School of Mathematical Sciences, University of Science and Technology of China, Hefei, 230026, Anhui, China.
School of Mathematics and Statistics, Nanjing University of Science and Technology, Nanjing, 210094, Jiangsu, China.
BMC Bioinformatics. 2024 Sep 13;25(1):300. doi: 10.1186/s12859-024-05897-1.
Overall Survival (OS) and Progression-Free Interval (PFI) as survival times have been collected in The Cancer Genome Atlas (TCGA). It is of biomedical interest to consider their dependence in pathway detection and survival prediction. We intend to develop novel methods for integrating PFI as condition based on parametric survival models for identifying pathways associated with OS and predicting OS.

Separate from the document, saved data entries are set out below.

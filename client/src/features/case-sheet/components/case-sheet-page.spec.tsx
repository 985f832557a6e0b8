import type { CaseSheet, EstimateRequest, UpdateCaseSheetRequest } from '@ostium/shared';
import { screen, waitFor, within } from '@testing-library/react';
import userEvent from '@testing-library/user-event';
import { afterEach, describe, expect, it } from 'vitest';
import { sessionStore } from '../../../lib/session';
import { mockFetch, renderRoutes, type MockCall } from '../../../test/render';
import { caseSheetRoutes } from '../routes';
import { caseSheet, estimate, FACTORS, highEstimate, practice, signInAs } from '../test/case-sheet.fixtures';
import { CAUTION } from './estimate-card';

const ENDODONTIST = { id: 5, email: 'endo@example.com', name: 'Dr. Test endodontist', role: 'endodontist', active: true, lastSignInAt: null, createdAt: '2026-01-01T00:00:00Z' };

function serve(sheet: CaseSheet = caseSheet()) {
  return mockFetch({
    'GET /api/cases/7': () => ({ status: 200, body: sheet }),
    'GET /api/estimates/factors': () => ({ status: 200, body: FACTORS }),
    'GET /api/practice': () => ({ status: 200, body: practice('universal') }),
    'GET /api/users': () => ({ status: 200, body: [ENDODONTIST] }),
    // Stands in for the server's estimator: a curvature over 30° makes the case high (design/estimator.md).
    'POST /api/estimates': (body) => ({ status: 200, body: ((body as EstimateRequest).facts?.curvatureDegrees ?? 0) > 30 ? highEstimate() : estimate() }),
    'PATCH /api/cases/7': (body) => {
      const b = body as UpdateCaseSheetRequest;
      const est = (b.facts?.curvatureDegrees ?? 0) > 30 ? highEstimate() : estimate();
      const override = b.override ? { ...b.override, byUserId: 5, byName: 'Dr. Test endodontist', at: '2026-12-02T10:00:00.000Z' } : null;
      return {
        status: 200,
        body: caseSheet({ status: 'planned', assessment: b.assessment, facts: b.facts, estimate: est, tableVersion: 2, override, bookedMinutesPerVisit: override?.minutesPerVisit ?? est.visits.map((v) => v.minutes) }),
      };
    },
  });
}

const open = () => renderRoutes([{ path: '/', children: caseSheetRoutes }, { path: '/referrals/:id', element: <p>referral page</p> }], '/cases/7');
const lastBody = (calls: MockCall[], key: string) => calls.filter((c) => c.key === key).at(-1)?.body;
const card = () => screen.getByRole('region', { name: 'Chair-time estimate' });

describe('CaseSheetPage', () => {
  afterEach(() => sessionStore.set(null));

  it('shows the tooth in the practice notation, the level with its reasons, the visits and a breakdown that adds up', async () => {
    signInAs('frontdesk');
    const calls = serve();
    open();
    // Universal 19 is FDI 36 (design/references.md, "Tooth numbering").
    expect(await screen.findByRole('heading', { name: /Robin Example · tooth 19/ })).toHaveTextContent('FDI 36');
    expect(screen.getByRole('link', { name: 'Referral #12' })).toHaveAttribute('href', '/referrals/12');

    const est = await screen.findByRole('region', { name: 'Chair-time estimate' });
    expect(within(est).getByRole('img', { name: 'Difficulty: moderate' })).toBeInTheDocument();
    expect(within(est).getByTestId('level-reasons')).toHaveTextContent('Set by: Position in the arch');
    expect(within(est).getByText(/Consider a cone-beam CT/)).toBeInTheDocument();
    const visits = within(est).getByRole('table', { name: 'Visits' });
    expect(within(visits).getByText('Access, cleaning and shaping, root canal filling')).toBeInTheDocument();
    expect(within(est).getByTestId('total-minutes')).toHaveTextContent('115 min');
    // 90 + 23 + 2: the lines add up to the total, and the sheet shows the sum.
    expect(within(est).getByTestId('breakdown-sum')).toHaveTextContent('115 min');
    expect(within(est).getByLabelText('equals the total')).toBeInTheDocument();
    expect(within(est).getByText(/3 canals assumed, the usual count for a lower left first molar/)).toBeInTheDocument();
    expect(within(est).getByText('Estimate table version 2')).toBeInTheDocument();
    // ISO 3630-1: size 10 is purple, size 25 red (design/references.md, "Instruments").
    const tray = within(est).getByRole('list', { name: 'Tray list' });
    expect([...tray.querySelectorAll('[data-colour]')].map((e) => e.getAttribute('data-colour'))).toEqual(['purple', 'red']);
    expect(within(est).getByText(CAUTION)).toBeInTheDocument();
    // The arch position comes from the tooth until someone rates it.
    expect(screen.getByText('from tooth 19')).toBeInTheDocument();
    // The preview names the stored FDI tooth and its notation.
    expect(lastBody(calls, 'POST /api/estimates')).toMatchObject({ tooth: '36', notation: 'fdi', procedure: 'initial' });
    // Not an endodontist: no adjust control.
    expect(screen.queryByRole('button', { name: /Adjust minutes/ })).toBeNull();
  });

  it('a rating sent through the three-choice control reaches the preview and the PATCH, without an override', async () => {
    signInAs('frontdesk');
    const user = userEvent.setup();
    const calls = serve();
    open();
    await screen.findByRole('region', { name: 'Chair-time estimate' });
    await user.click(within(screen.getByRole('radiogroup', { name: 'Isolation' })).getByRole('radio', { name: 'Moderate' }));
    await waitFor(() => expect(lastBody(calls, 'POST /api/estimates')).toMatchObject({ assessment: { isolation: 'moderate' } }));
    await user.click(screen.getByRole('button', { name: 'Save and mark planned' }));
    await waitFor(() => expect(calls.some((c) => c.key === 'PATCH /api/cases/7')).toBe(true));
    expect(lastBody(calls, 'PATCH /api/cases/7')).toEqual({
      procedure: 'initial',
      canals: null,
      assessment: { isolation: 'moderate' },
      facts: {},
      operatorId: null,
      markPlanned: true,
    });
  });

  it('an endodontist sets curvature 35°, sees the level go high and the minutes rise, adjusts with a required reason, and saves', async () => {
    signInAs('endodontist');
    const user = userEvent.setup();
    const calls = serve();
    open();
    await screen.findByRole('region', { name: 'Chair-time estimate' });
    expect(within(card()).getByTestId('total-minutes')).toHaveTextContent('115 min');

    await user.type(screen.getByLabelText('Curvature in degrees'), '35');
    await waitFor(() => expect(within(card()).getByRole('img', { name: 'Difficulty: high' })).toBeInTheDocument());
    expect(lastBody(calls, 'POST /api/estimates')).toMatchObject({ facts: { curvatureDegrees: 35 } });
    expect(within(card()).getByTestId('total-minutes')).toHaveTextContent('150 min');
    expect(within(card()).getByTestId('breakdown-sum')).toHaveTextContent('150 min');
    expect(within(card()).getByTestId('level-reasons')).toHaveTextContent('Set by: Canal and root shape');
    expect(within(card()).getByText(/7–21 days after visit 1/)).toBeInTheDocument();
    expect(within(card()).getAllByRole('img', { name: 'Microscope needed' })).toHaveLength(2);
    // The row shows the derived level and why it cannot be chosen by hand.
    const shape = screen.getByRole('radiogroup', { name: 'Canal and root shape' });
    expect(shape).toHaveAttribute('aria-readonly', 'true');
    expect(within(shape).getByRole('radio', { name: 'High' })).toHaveAttribute('aria-checked', 'true');
    expect(screen.getByText('set by curvature 35°')).toBeInTheDocument();

    await user.click(screen.getByRole('button', { name: /Adjust minutes/ }));
    const editor = screen.getByRole('form', { name: 'Adjust chair time' });
    const first = within(editor).getByLabelText('Visit 1 minutes');
    await user.clear(first);
    await user.type(first, '100');
    await user.click(within(editor).getByRole('button', { name: 'Apply adjustment' }));
    expect(within(editor).getByText('Give the reason for the change')).toBeInTheDocument();
    expect(within(card()).queryByText('Booked')).toBeNull();

    await user.type(within(editor).getByLabelText(/Reason for the change/), 'Patient tires quickly; split the long visit');
    await user.click(within(editor).getByRole('button', { name: 'Apply adjustment' }));
    expect(screen.queryByRole('form', { name: 'Adjust chair time' })).toBeNull();
    // Both figures: the estimate and what will be booked.
    expect(within(card()).getByText('Booked')).toBeInTheDocument();
    expect(within(card()).getByTestId('total-minutes')).toHaveTextContent('150 min');
    expect(within(card()).getByTestId('booked-total')).toHaveTextContent('160 min');

    await user.click(screen.getByRole('button', { name: 'Save and mark planned' }));
    await waitFor(() => expect(calls.some((c) => c.key === 'PATCH /api/cases/7')).toBe(true));
    expect(lastBody(calls, 'PATCH /api/cases/7')).toEqual({
      procedure: 'initial',
      canals: null,
      assessment: {},
      facts: { curvatureDegrees: 35 },
      operatorId: null,
      markPlanned: true,
      override: { minutesPerVisit: [100, 60], reason: 'Patient tires quickly; split the long visit' },
    });
    // The saved sheet comes back: the adjustment now names who made it.
    await waitFor(() => expect(within(card()).getByText(/Patient tires quickly/)).toHaveTextContent('Dr. Test endodontist'));
  }, 20_000);

  it('shows a saved adjustment to every role, with who made it', async () => {
    signInAs('manager');
    const est = estimate();
    serve(
      caseSheet({
        estimate: est,
        tableVersion: 2,
        override: { minutesPerVisit: [130], reason: 'Very anxious patient', byUserId: 5, byName: 'Dr. Test endodontist', at: '2026-12-01T08:00:00.000Z' },
        bookedMinutesPerVisit: [130],
      }),
    );
    open();
    const c = await screen.findByRole('region', { name: 'Chair-time estimate' });
    expect(within(c).getByTestId('booked-total')).toHaveTextContent('130 min');
    expect(within(c).getByTestId('total-minutes')).toHaveTextContent('115 min');
    expect(within(c).getByText(/Very anxious patient/)).toHaveTextContent('Dr. Test endodontist');
    expect(screen.queryByRole('button', { name: /Adjust minutes/ })).toBeNull();
  });

  it('keeps an impossible calcified count out of the preview and says why', async () => {
    signInAs('endodontist');
    const user = userEvent.setup();
    const calls = serve();
    open();
    await screen.findByRole('region', { name: 'Chair-time estimate' });
    await user.type(screen.getByLabelText('Canals'), '2');
    await user.type(screen.getByLabelText('Calcified canals'), '3');
    expect(await screen.findByText('More than the 2 canals of the case')).toBeInTheDocument();
    expect(screen.getByRole('button', { name: 'Save and mark planned' })).toBeDisabled();
    await new Promise((r) => setTimeout(r, 400));
    expect(calls.filter((c) => c.key === 'POST /api/estimates').some((c) => (c.body as EstimateRequest).facts?.calcifiedCanals === 3)).toBe(false);
  });
});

Based on the framework of conditional probability, we developed a family of frailty-based parametric-models for this purpose, with exponential or Weibull distribution as baseline. We also considered two classes of existing methods with PFI as a covariate. We evaluated the performance of three approaches by analyzing RNA-seq expression data from TCGA for lung squamous cell carcinoma and lung adenocarcinoma (LUNG), brain lower grade glioma and glioblastoma multiforme (GBMLGG), as well as skin cutaneous melanoma (SKCM). Our focus was on fourteen general cancer-related pathways. The 10-fold cross-validation was employed for the evaluation of predictive accuracy. For LUNG, p53 signaling and cell cycle pathways were detected by all approaches. Furthermore, three approaches with the consideration of PFI demonstrated significantly better predictive performance compared to the approaches without the consideration of PFI. For GBMLGG, ten pathways (e.g., Wnt signaling, JAK-STAT signaling, ECM-receptor interaction, etc.) were detected by all approaches. Furthermore, three approaches with the consideration of PFI demonstrated better predictive performance compared to the approaches without the consideration of PFI. For SKCM, p53 signaling pathway was detected only by our Weibull-baseline-based model. And three approaches with the consideration of PFI demonstrated significantly better predictive performance compared to the approaches without the consideration of PFI.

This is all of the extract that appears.